START Information supplied

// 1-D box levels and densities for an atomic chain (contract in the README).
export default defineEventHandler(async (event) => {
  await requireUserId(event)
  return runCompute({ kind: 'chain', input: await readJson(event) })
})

END Information supplied
START Information supplied

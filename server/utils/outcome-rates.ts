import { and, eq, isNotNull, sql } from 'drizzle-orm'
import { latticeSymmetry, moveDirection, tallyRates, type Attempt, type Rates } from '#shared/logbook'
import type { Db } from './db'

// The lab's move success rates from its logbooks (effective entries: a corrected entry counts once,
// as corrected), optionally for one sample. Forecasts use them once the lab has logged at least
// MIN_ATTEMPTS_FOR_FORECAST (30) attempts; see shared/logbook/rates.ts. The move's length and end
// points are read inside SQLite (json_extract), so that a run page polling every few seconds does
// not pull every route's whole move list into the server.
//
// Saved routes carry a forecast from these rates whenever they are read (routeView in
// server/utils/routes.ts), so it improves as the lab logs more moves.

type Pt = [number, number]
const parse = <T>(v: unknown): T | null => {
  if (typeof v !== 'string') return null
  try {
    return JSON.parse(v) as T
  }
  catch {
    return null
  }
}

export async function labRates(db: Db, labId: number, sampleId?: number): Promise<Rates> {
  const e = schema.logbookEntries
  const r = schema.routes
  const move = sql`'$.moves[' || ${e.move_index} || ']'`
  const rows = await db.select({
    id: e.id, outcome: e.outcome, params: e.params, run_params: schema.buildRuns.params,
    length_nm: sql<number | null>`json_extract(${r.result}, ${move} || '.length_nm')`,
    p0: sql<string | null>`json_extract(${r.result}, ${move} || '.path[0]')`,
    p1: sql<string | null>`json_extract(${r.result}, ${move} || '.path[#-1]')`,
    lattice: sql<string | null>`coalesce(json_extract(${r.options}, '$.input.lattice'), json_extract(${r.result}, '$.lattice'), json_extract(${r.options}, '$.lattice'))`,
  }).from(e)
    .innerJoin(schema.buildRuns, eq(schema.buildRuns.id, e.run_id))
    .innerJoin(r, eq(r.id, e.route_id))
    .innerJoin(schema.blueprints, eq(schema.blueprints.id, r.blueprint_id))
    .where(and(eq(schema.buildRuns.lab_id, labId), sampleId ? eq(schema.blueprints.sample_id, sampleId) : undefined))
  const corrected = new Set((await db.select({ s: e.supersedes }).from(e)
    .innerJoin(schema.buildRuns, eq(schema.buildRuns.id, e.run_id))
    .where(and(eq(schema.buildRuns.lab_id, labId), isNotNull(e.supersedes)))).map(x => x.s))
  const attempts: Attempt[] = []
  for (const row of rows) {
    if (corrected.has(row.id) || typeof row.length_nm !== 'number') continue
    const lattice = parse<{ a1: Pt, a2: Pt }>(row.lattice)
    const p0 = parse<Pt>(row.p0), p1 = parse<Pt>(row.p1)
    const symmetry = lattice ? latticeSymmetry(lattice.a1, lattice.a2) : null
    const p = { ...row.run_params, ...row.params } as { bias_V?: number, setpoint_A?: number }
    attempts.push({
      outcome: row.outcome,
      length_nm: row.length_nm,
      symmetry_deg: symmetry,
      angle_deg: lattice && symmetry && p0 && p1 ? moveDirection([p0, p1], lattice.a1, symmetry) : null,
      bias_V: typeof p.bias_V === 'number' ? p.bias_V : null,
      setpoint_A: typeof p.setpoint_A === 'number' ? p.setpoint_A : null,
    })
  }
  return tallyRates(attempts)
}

END Information supplied

**Exercise directions:** Search the data for the string "once" and copy every line where it appears.

**Answer space:**
// The lab's move success rates from its logbooks (effective entries: a corrected entry counts once,
// as corrected), optionally for one sample. Forecasts use them once the lab has logged at least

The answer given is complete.